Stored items
○ ○ ○ ○ ○

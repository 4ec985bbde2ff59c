/* reduce.c - `sedgrade reduce` and `sedgrade check`: collect records (files
 * or folders walked for *.csv), reduce them on a pool of threads, write the
 * per-test files and the batch summary, and map the outcome to an exit status. */
#define _XOPEN_SOURCE 700 /* realpath */
#define _DEFAULT_SOURCE    /* DT_REG: the file type readdir reports */
#include <dirent.h>
#include <csv.h>
#include <errno.h>
#include <getopt.h>
#include <limits.h>
#include <math.h>
#include <pthread.h>
#include <stdatomic.h>
#include <stdint.h>
#include <stdio.h>
#include <stdlib.h>
#include <string.h>
#include <sys/stat.h>
#include <unistd.h>

#include "cli/cli.h"
#include "cli/progress.h"
#include "sedgrade/atomic.h"
#include "sedgrade/calibio.h"
#include "sedgrade/csvout.h"
#include "sedgrade/mc.h"
#include "sedgrade/plot.h"
#include "sedgrade/recordio.h"
#include "sedgrade/reduce.h"
#include "sedgrade/report.h"

#define OUT_POINTS 1u
#define OUT_SUMMARY 2u
#define OUT_CURVE 4u
#define MAX_DX 32
#define CURVE_POINTS_PER_DECADE 40 /* curve.csv resolution: fine enough to plot elsewhere */
#define WRITE_BUFFER_SIZE 65536    /* per-worker stream buffer: a per-test CSV goes out in one write */

struct reduce_cfg {
    const char *out_dir;
    const char *register_dir;
    const char *base_soil; /* --base-soil record, NULL without */
    struct sg_reduce_options opt;
    double dx[MAX_DX];
    unsigned outputs;
    bool plot[3]; /* indexed by enum sg_plot_format */
    bool report;
    size_t mc_draws;
    unsigned long seed;
    size_t jobs;
    bool quiet;
    bool batch_summary; /* summary.csv is written (more than one test, or --outputs none) */
};

/* The outcome of one record. */
enum job_status { JOB_OK = 0, JOB_QC_WARNING, JOB_QC_FAILED, JOB_REFUSED, JOB_IO_FAILED };

static const char *job_status_name(enum job_status s)
{
    switch (s) {
    case JOB_OK: return "ok";
    case JOB_QC_WARNING: return "qc_warning";
    case JOB_QC_FAILED: return "qc_failed";
    case JOB_REFUSED: return "refused";
    case JOB_IO_FAILED: return "io_failed";
    }
    return "";
}

struct job {
    char *path;
    enum job_status status;
    char id[SG_ID_MAX];
    size_t schema;   /* index into the batch's schema table */
    /* Summary values, '\x1f'-separated in the schema's order, kept in the
     * worker's spill file (struct batch) rather than in memory. */
    bool has_values;
    size_t spill;    /* which spill file */
    off_t spill_off; /* where in it */
    size_t spill_len;
};

/* Distinct lists of quantity names seen in the batch (usually one). */
struct schema_table {
    pthread_mutex_t lock;
    char **names; /* each a '\x1f'-separated list */
    size_t n, cap;
};

/* Test ids claimed by a written test, so two records with one id cannot
 * overwrite each other's files. The strings are the jobs' own (job->id,
 * job->path); an open-addressing hash table finds them in constant time. */
struct id_set {
    pthread_mutex_t lock;
    const char **ids;
    const char **owners;
    size_t n, cap;
    size_t *slots;  /* index + 1 into ids, 0 = empty; n_slots a power of two */
    size_t n_slots;
};

/* Most workers a batch runs (the -j limit). */
#define MAX_WORKERS 256

struct batch {
    const struct reduce_cfg *cfg;
    struct job *jobs;
    size_t n_jobs;
    atomic_size_t next;
    struct schema_table schemas;
    struct id_set ids;
    pthread_mutex_t stderr_lock;
    struct sg_progress progress; /* under stderr_lock */
    /* One anonymous temporary file per worker (in the output folder, unlinked
     * at once) holds the summary values of its tests until the batch summary
     * is written, so memory stays flat however large the archive. */
    FILE *spill[MAX_WORKERS];
    atomic_size_t n_spill;
};

/* ---- collecting input files ---- */

struct path_list {
    char **items;
    size_t n, cap;
};

static bool path_list_add(struct path_list *l, const char *path)
{
    if (l->n == l->cap) {
        size_t cap = l->cap ? 2 * l->cap : 64;
        char **p = realloc(l->items, cap * sizeof *p);
        if (p == NULL)
            return false;
        l->items = p;
        l->cap = cap;
    }
    l->items[l->n] = strdup(path);
    return l->items[l->n++] != NULL;
}

static void path_list_release(struct path_list *l)
{
    for (size_t i = 0; i < l->n; i++)
        free(l->items[i]);
    free(l->items);
    l->items = NULL;
    l->n = l->cap = 0;
}

/* A file or folder by device and inode: what every path to it shares
 * (symbolic links, hard links, "dir/x.csv" and "./dir/x.csv"). */
struct node_id {
    dev_t dev;
    ino_t ino;
};

static struct node_id node_of(const struct stat *st)
{
    return (struct node_id){st->st_dev, st->st_ino};
}

/* The files and folders already listed: an open-addressing hash set,
 * at most half full. */
struct node_set {
    struct node_id *slots;
    bool *used;
    size_t n, n_slots; /* n_slots a power of two */
};

static size_t node_hash(struct node_id id)
{
    /* splitmix64's finaliser (Steele, Lea, Flood 2014; public domain) */
    uint64_t h = (uint64_t)id.ino ^ ((uint64_t)id.dev * 0x9e3779b97f4a7c15u);
    h = (h ^ (h >> 30)) * 0xbf58476d1ce4e5b9u;
    h = (h ^ (h >> 27)) * 0x94d049bb133111ebu;
    return (size_t)(h ^ (h >> 31));
}

static size_t node_slot(const struct node_set *s, struct node_id id)
{
    const size_t mask = s->n_slots - 1;
    size_t i = node_hash(id) & mask;
    while (s->used[i] && !(s->slots[i].dev == id.dev && s->slots[i].ino == id.ino))
        i = (i + 1) & mask;
    return i;
}

/* Adds id; *added tells whether it was new. false when out of memory. */
static bool node_set_add(struct node_set *s, struct node_id id, bool *added)
{
    if (2 * (s->n + 1) > s->n_slots) {
        const size_t n_slots = s->n_slots ? 2 * s->n_slots : 256;
        struct node_set grown = {calloc(n_slots, sizeof *grown.slots), calloc(n_slots, sizeof *grown.used), 0,
                                 n_slots};
        if (grown.slots == NULL || grown.used == NULL) {
            free(grown.slots);
            free(grown.used);
            return false;
        }
        for (size_t i = 0; i < s->n_slots; i++)
            if (s->used[i]) {
                const size_t j = node_slot(&grown, s->slots[i]);
                grown.slots[j] = s->slots[i];
                grown.used[j] = true;
            }
        grown.n = s->n;
        free(s->slots);
        free(s->used);
        *s = grown;
    }
    const size_t i = node_slot(s, id);
    *added = !s->used[i];
    if (*added) {
        s->slots[i] = id;
        s->used[i] = true;
        s->n++;
    }
    return true;
}

static void node_set_release(struct node_set *s)
{
    free(s->slots);
    free(s->used);
    *s = (struct node_set){0};
}

/* What a walk over the command line's paths gathers. */
struct collection {
    struct path_list files; /* each record file once, in argument and then sorted folder order */
    struct node_set seen;   /* folders walked and files listed */
    bool has_skip;          /* skip: the output folder, never read as input */
    struct node_id skip;
    size_t problems;        /* unreadable folders or files, each reported */
    size_t repeats;         /* paths that led to a file or folder already listed */
};

/* Lists path (a file whose stat is st, or NULL when it cannot be read: the
 * reader then reports why) unless the same file is listed already. */
static bool add_file(struct collection *c, const char *path, const struct stat *st)
{
    bool added = true;
    if (st != NULL && !node_set_add(&c->seen, node_of(st), &added))
        return false;
    if (!added) {
        c->repeats++;
        return true;
    }
    return path_list_add(&c->files, path);
}

/* A folder entry while walking: its path and what stat found. */
struct entry {
    char *path;
    struct stat st;
};

static int cmp_entry(const void *a, const void *b)
{
    return strcmp(((const struct entry *)a)->path, ((const struct entry *)b)->path);
}

#define MAX_FOLDER_DEPTH 32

○ ○ ○ ○ ○

▶ **Work item**
Write out each line of the data that holds the string "define".

▶ **Result of the task**
#define _XOPEN_SOURCE 700 /* realpath */
#define _DEFAULT_SOURCE    /* DT_REG: the file type readdir reports */
#define OUT_POINTS 1u
#define OUT_SUMMARY 2u
#define OUT_CURVE 4u
#define MAX_DX 32
#define CURVE_POINTS_PER_DECADE 40 /* curve.csv resolution: fine enough to plot elsewhere */
#define WRITE_BUFFER_SIZE 65536    /* per-worker stream buffer: a per-test CSV goes out in one write */
#define MAX_WORKERS 256
#define MAX_FOLDER_DEPTH 32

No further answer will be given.